When the school psychologist kindly explained that my three year old daughter rated mild to moderate on the autism scale, I wasn’t even surprised. I went into my daughter’s evaluations pretty much knowing that something was going on with her. Still, I would be lying if I said I didn’t have a moment where I felt a bit weepy, even though I expected this diagnosis. In that moment, I mourned a loss of something that I never had to begin with– a made up version of childhood perfectionism. Then we brushed ourselves off, and life was exactly the same as it was before the word autism was even uttered by her.
The truth is that I always knew that there was something a little different about my daughter. The first time I saw her, she was sticking her tongue out at the world. On the first day of her life, her grandfather stopped what he was doing, looked up at the ceiling, and asked her, “ What are you looking at?” In case you’re wondering, she was looking at the fluorescent lights on the ceiling.
Sleep was something she simply couldn’t master. She had almost no capacity to self regulate. She was the most serious infant I’d ever seen in my life. She didn’t smile until she was over 6 months old. She never crawled, walked early, and pretty much immediately afterward would spend hours jumping up and down while flapping her arms. She lined things up all over the house, on any open space she could find. She ignored people– she had no use for them at all. She would run away from us if we didn’t hold her hand. If you foolishly released her hand, she’d run as far away and as quickly as she could.
You would think that since I immediately recognized these behaviors, that diagnosis was both immediate and easy. It wasn’t at all. The problem was other people, who I’m sure had good intentions, worked very hard at making me doubt myself. Ranging from poo-pooing her behavior, to down right anger and hostility. I had numerous people telling me that these things were normal. These were people in my personal life, with some of them actually being healthcare professionals. Bitter arguments would ensue where I would explain that every time I plugged in something online about my child, that Dr. Google’s first entry was autism. Each time. Every time.
It was the same even with people who were not a part of my personal life. Her pediatrician, who I still like a great deal, didn’t catch it. When I brought up her very poor sleeping habits, I was told that she was “on the extreme side of normal.” When I brought up her constant running and jumping up and down, I was told that she probably had ADHD, but that there was nothing that could be done for her at such a young age.

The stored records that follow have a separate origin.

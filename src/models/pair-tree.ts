import type { SymbolArray, SymbolChunk } from '../symbols/sequence.ts';
import { ContextTree, NODE_SECOND, NODE_WORDS } from './context-tree.ts';

/**
 * Exact counts of every symbol in every context of order 0 … k: the tree of all strings of up to k + 1 symbols, the last
 * of which was coded. The second word of a string's node is how often it occurred, up to 2^32 − 1.
 *
 * Contexts begin with the start value where {@link start} was called, and run on otherwise.
 */
export class PairTree {
  readonly order: number;
  readonly tree: ContextTree;

  constructor(alphabetSize: number, order: number) {
    this.order = order;
    this.tree = new ContextTree(alphabetSize, order + 1);
  }

  get alphabetSize(): number {
    return this.tree.alphabetSize;
  }

  /** A message starts: contexts of start values. */
  start(): void {
    this.tree.start();
  }

  count(symbols: SymbolArray, from: number, to: number): void {
    const tree = this.tree;
    const contexts = tree.contexts;
    for (let i = from; i < to; i++) {
      tree.advance(symbols[i]);
      const words = tree.words;
      for (let j = 1; j < contexts.length; j++) words[contexts[j] * NODE_WORDS + NODE_SECOND]++;
    }
  }

  /** Forgets everything; cost by what was counted since the last time. */
  clear(): void {
    this.tree.truncate(0);
    this.tree.start();
  }
}

/** Counts the symbols of chunks; with `startAtMessages`, each message begins with start contexts, else only the first. */
export class PairTrainer {
  readonly pairs: PairTree;
  readonly #startAtMessages: boolean;

  constructor(alphabetSize: number, order: number, startAtMessages: boolean) {
    this.pairs = new PairTree(alphabetSize, order);
    this.#startAtMessages = startAtMessages;
  }

  push(chunk: SymbolChunk): void {
    let from = 0;
    for (const to of chunk.messageEnds) {
      this.pairs.count(chunk.symbols, from, to);
      if (this.#startAtMessages) this.pairs.start();
      from = to;
    }
    this.pairs.count(chunk.symbols, from, chunk.symbols.length);
  }
}
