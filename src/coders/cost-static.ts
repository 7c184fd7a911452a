import { BitWriter } from '../bits/bit-writer.ts';
import { CountingStatic } from '../models/counting-static.ts';
import { OperationTally } from '../models/counting-tally.ts';
import type { StaticTable } from '../models/static-table.ts';
import { CountingRange } from '../stages/counting-range.ts';
import { RangeEncoder } from '../stages/range-encoder.ts';
import type { RangeBits } from '../stages/range-precision.ts';
import type { SymbolSequence } from '../symbols/sequence.ts';
import type { Lengths } from './contract.ts';
import {
  type BothEnds,
  type CodeEstimate,
  type EndCost,
  type EndOperations,
  endCost,
  integerBytes,
} from './cost.ts';
import { MEASURED, measuredCosts } from './cost-measured.ts';

/** With 48 bits: search, escape, narrow, carry, shift, end; search, escape, narrow, shift, end. */
const STATIC_CODE: BothEnds<CodeEstimate> = {
  encoder: { statements: 44, nestedCalls: 3 },
  decoder: { statements: 48, nestedCalls: 3 },
};

/** Low or code, range, and a position of 4 bytes; integers of 48 bits lie in 8 bytes. */
export const rangeStateBytes = (bits: RangeBits): number => 2 * (bits === 32 ? 4 : 8) + 4;

/**
 * Bytes of the tables of a static model, the same at both ends.
 *
 * Contexts are all strings of up to k symbols that occurred, or begin a message. For each: where its entries begin (and
 * once where the last ends), from order 1 on the context without its oldest symbol, where the unseen symbols' interval begins; under
 * `unseen=add:X` also one unseen symbol's frequency. For each entry: symbol, lower end of its interval, next context. A
 * frequency is the distance to the next lower end, so is not stored, nor is the total, which is one for all.
 */
export function staticTableBytes(table: StaticTable): number {
  const { alphabetSize, order, length, symbols, totals, unseen } = table;
  let contexts = 0;
  let total = 0;
  for (let context = 0; context < length.length; context++) {
    if (length[context] > order) continue;
    contexts++;
    total = Math.max(total, totals[context]);
  }
  const placeBytes = integerBytes(symbols.length);
  const contextBytes = integerBytes(contexts - 1);
  const frequencyBytes = integerBytes(total);
  const unseenBytes = typeof unseen === 'object' ? 2 * frequencyBytes : frequencyBytes;
  return (
    (contexts + 1) * placeBytes +
    contexts * ((order === 0 ? 0 : contextBytes) + unseenBytes) +
    symbols.length * (integerBytes(alphabetSize - 1) + frequencyBytes + contextBytes)
  );
}

/**
 * Costs of a static model on a range coder. With a range of 32 bits, as exported: the encoder keeps one byte, and how many of
 * 255 follow it, for a carry. With 48, which has no exported form, estimates: the stage's state and one context number; and
 * since a carry may run back to a message's first byte, the encoder holds its coded message.
 */
export function staticCosts(
  table: StaticTable,
  bits: RangeBits,
  lengths: Lengths,
  longestCodedBytes: number,
): BothEnds<EndCost> {
  const flashBytes = staticTableBytes(table);
  if (bits === 32) {
    const form = table.unseen === 'escape' ? MEASURED.staticEscape : MEASURED.staticAdded;
    return measuredCosts(form, lengths, { encoder: flashBytes, decoder: flashBytes });
  }
  let contexts = 0;
  for (const length of table.length) if (length <= table.order) contexts++;
  const stateBytes = rangeStateBytes(bits) + integerBytes(contexts - 1);
  return {
    encoder: endCost(flashBytes, stateBytes + longestCodedBytes, STATIC_CODE.encoder),
    decoder: endCost(flashBytes, stateBytes, STATIC_CODE.decoder),
  };
}

/** Codes every message from its start contexts and counts; the end of a code string is not counted. */
export function staticOperations(
  table: StaticTable,
  bits: RangeBits,
  { symbols, messageEnds }: SymbolSequence,
): EndOperations {
  const encoder = new OperationTally();
  const decoder = new OperationTally();
  const stage = new RangeEncoder(new BitWriter(), bits);
  const counting = new CountingStatic(table, encoder, decoder);
  const sink = new CountingRange(stage, encoder, decoder);
  let from = 0;
  for (const to of messageEnds) {
    counting.reset();
    stage.beginApart();
    counting.code(symbols, from, to, sink);
    from = to;
  }
  return { encoder: encoder.counts(), decoder: decoder.counts() };
}
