import { BitWriter } from '../bits/bit-writer.ts';
import { BugError } from '../errors/errors.ts';
import { PairTree } from '../models/pair-tree.ts';
import { roundCount, writeSentTable } from '../models/sent-table.ts';
import { StaticModel } from '../models/static-model.ts';
import { compileTable } from '../models/static-table.ts';
import type { SymbolModel } from '../models/symbol-model.ts';
import { RangeEncoder } from '../stages/range-encoder.ts';
import type { SymbolArray } from '../symbols/sequence.ts';
import type { ArithSettings } from './arith-settings.ts';
import { adaptiveModelFor, startsAtMessages, tablesFor } from './arith-tables.ts';
import type { Encoder, Lengths, Setup } from './contract.ts';
import { CodeStringDraft } from './fill-drafts.ts';
import { fillingEncoder } from './fill-messages.ts';
import { writeSymbolCount } from './message-frame.ts';
import { MessageLedger } from './message-ledger.ts';
import { MessagePieces, type PieceSink, wholeMessages } from './message-pieces.ts';

/**
 * What a decoder reads after a message's last bit. Where it knows the end, phantom zeros; otherwise anything, and the
 * code string ends so that the decoder sees for itself where: that costs about a bit, less than any length would.
 */
export const continuationOf = (lengths: Lengths): 'zeros' | 'any' =>
  lengths === 'link' ? 'zeros' : 'any';

/** With a sink, bytes of an open message are handed over from this many on. */
const SETTLE_BYTES = 2 ** 16;

/** Codes messages one after another: count, table if sent, code string, padding. */
class ArithMessages implements PieceSink {
  readonly writer: BitWriter;
  readonly ledger: MessageLedger;
  readonly #settings: ArithSettings;
  readonly #setup: Setup;
  readonly #stage: RangeEncoder;
  readonly #ownPairs: PairTree | undefined;
  #model: SymbolModel | undefined;
  #tableIsDue = false;
  #settledAt = 0;

  constructor(settings: ArithSettings, setup: Setup) {
    this.#settings = settings;
    this.#setup = setup;
    this.writer = new BitWriter(1024, setup.sink);
    this.ledger = new MessageLedger(setup.align);
    this.#stage = new RangeEncoder(this.writer, settings.rangeBits);
    if (setup.policy === 'shipped') {
      this.#model = new StaticModel(tablesFor(setup, 'shipped').table);
    } else if (setup.policy !== 'sent') {
      this.#model = adaptiveModelFor(settings, setup);
    } else if (setup.reset === 'message') {
      this.#ownPairs = new PairTree(setup.alphabetSize, settings.order, settings.positions);
    } else {
      this.#tableIsDue = true;
    }
  }

  begin(symbolCount: number): void {
    this.ledger.framingBits += writeSymbolCount(this.writer, this.#setup, symbolCount);
    if (this.#tableIsDue) {
      this.#tableIsDue = false;
      this.#sendTable(tablesFor(this.#setup, 'sent').pairs);
    }
    if (startsAtMessages(this.#setup)) this.#model?.reset();
    this.#stage.begin();
    this.#settledAt = 0;
  }

  take(symbols: SymbolArray, from: number, to: number): void {
    const model = this.#model;
    if (model === undefined) throw new BugError('arith was to code without a model');
    model.encode(symbols, from, to, this.#stage);
    if (this.#setup.sink === undefined) return;
    const { shiftedBytes } = this.#stage;
    if (shiftedBytes - this.#settledAt < SETTLE_BYTES) return;
    this.#stage.settle();
    this.#settledAt = shiftedBytes;
  }

  end(): void {
    const stage = this.#stage;
    stage.end(continuationOf(this.#setup.lengths));
    this.ledger.writtenBits += stage.writtenBits;
    this.ledger.endingBits += stage.endingBits;
    this.ledger.payloadBits += stage.payloadBits;
    this.ledger.close(this.writer);
  }

  /** A whole message under a table of its own. */
  codeFitted(symbols: SymbolArray, from: number, to: number): void {
    this.ledger.framingBits += writeSymbolCount(this.writer, this.#setup, to - from);
    if (to > from) {
      const pairs = this.#ownPairs!;
      pairs.clear();
      pairs.count(symbols, from, to);
      this.#sendTable(pairs);
    }
    this.#stage.begin();
    this.#settledAt = 0;
    if (to > from) this.take(symbols, from, to);
    this.end();
  }

  /** Lets go of the model's memory. */
  release(): void {
    this.#model = undefined;
  }

  #sendTable(pairs: PairTree): void {
    const { order } = this.#settings;
    const { alphabetSize } = this.#setup;
    // With one symbol there is nothing to tell.
    if (alphabetSize > 1) {
      this.#stage.begin();
      writeSentTable(pairs.tree, order, this.#stage);
      this.#stage.end('any');
      this.ledger.tableBits += this.#stage.writtenBits + this.#stage.endingBits;
    }
    const bits = this.#settings.totalBits(alphabetSize);
    this.#model = new StaticModel(compileTable(pairs.tree, order, 'none', { bits }, roundCount));
  }
}

/** A quick encoder under `fill` for models that both ends have or grow; undefined where tables are fitted to messages. */
export function arithFiller(settings: ArithSettings, setup: Setup): Encoder | undefined {
  if (setup.policy === 'sent') return undefined;
  const model =
    setup.policy === 'shipped'
      ? new StaticModel(tablesFor(setup, 'shipped').table)
      : adaptiveModelFor(settings, setup);
  const continuation = continuationOf(setup.lengths);
  return fillingEncoder(setup, new CodeStringDraft(setup, model, settings.rangeBits, continuation));
}

export function arithEncoder(settings: ArithSettings, setup: Setup): Encoder {
  const messages = new ArithMessages(settings, setup);
  const pieces =
    setup.policy === 'sent' && setup.reset === 'message'
      ? wholeMessages((symbols, from, to) => messages.codeFitted(symbols, from, to))
      : new MessagePieces(messages);
  return {
    push: (chunk) => pieces.push(chunk),
    finish: () => {
      pieces.finish();
      messages.release();
      return messages.ledger.finish(messages.writer);
    },
  };
}
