/**
 * What passes between a model and a coding stage: intervals [low, low + frequency) of total, all integers.
 *
 * Promises of every model ({@link checkInterval} holds them to it in tests; kernels trust them):
 * 1. 0 ≤ low, 1 ≤ frequency, low + frequency ≤ total;
 * 2. total ≤ {@link LARGEST_TOTAL} where a stage codes it (a meter takes any total below 2^53);
 * 3. an interval that is certain (frequency = total) is not handed over at all: it carries nothing, and a stage would lose
 *    a trifle on it.
 *
 * A symbol may take several intervals (escapes) or none (certain). The interfaces lie with the models, the lower layer.
 */
import { PromiseError } from '../errors/errors.ts';

/** Largest total that a stage divides its range by, at either precision. */
export const LARGEST_TOTAL = 2 ** 22;

/**
 * The encoder's side: takes intervals one by one.
 *
 * Models call it from their inner loops. There are few classes of it in a process (a range encoder, a meter), and they
 * must stay few: a call site that has seen more than four is a third slower.
 */
export interface IntervalSink {
  put(low: number, frequency: number, total: number): void;
}

/** The decoder's side. Each symbol step is `target`, then `take` with the interval that holds the target. */
export interface IntervalSource {
  /** An integer in 0 … total − 1 within the coded interval. Throws CorruptStreamError when the bytes hold none. */
  target(total: number): number;
  /** Narrows to the interval that holds the last target; same total as asked for. */
  take(low: number, frequency: number): void;
}

/** Throws PromiseError unless the interval keeps promises 1 and 2. */
export function checkInterval(low: number, frequency: number, total: number): void {
  const whole = Number.isInteger(low) && Number.isInteger(frequency) && Number.isInteger(total);
  if (whole && low >= 0 && frequency >= 1 && low + frequency <= total && total <= LARGEST_TOTAL) {
    return;
  }
  throw new PromiseError('a model gave an interval that no stage can code', {
    expected: `0 ≤ low, 1 ≤ frequency, low + frequency ≤ total ≤ ${LARGEST_TOTAL}`,
    got: `low ${low}, frequency ${frequency}, total ${total}`,
  });
}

The truth was that she hit her developmental milestones. Could she say two or three word sentences? Absolutely. It just wasn’t productive language. She would just repeat the same sentences over and over again. She couldn’t even answer a yes or no question. Could she make eye contact? Sure, she could make eye contact. It was just fleeting, intermittent eye contact. Sometimes, someone would be talking to her, and she wouldn’t even turn her head to look at them. But yes, she could make eye contact if she wanted.
This ladies and gentlemen, is how a child “falls through the cracks.” This is how children who can “pass” don’t get the services they need. Autism is almost like a dirty word to many, and people have a preconceived notion of how someone with autism should act. In asking people if they could tell something was “off” with my child, the response would commonly be yes, followed by an immediate: “But I don’t think it’s autism.”
I don’t fault people for that response. It’s what society has conditioned us to think. For all I know, if it hadn’t been my child, maybe my response would have been the same.
If I had it to do all over again, I’d trust myself a little bit more. I would have pushed a little harder. I wouldn’t have allowed doubt to creep into what I obviously saw with my own eyes. I’m fortunate because even though there was a slight delay, my child will be getting services at the end of the month. She is 3-years-old. Still fairly early, but I could have got her in at least a year ago if I had just stopped arguing, and just started doing.
Parents, always trust your instincts. No one knows your baby better than you.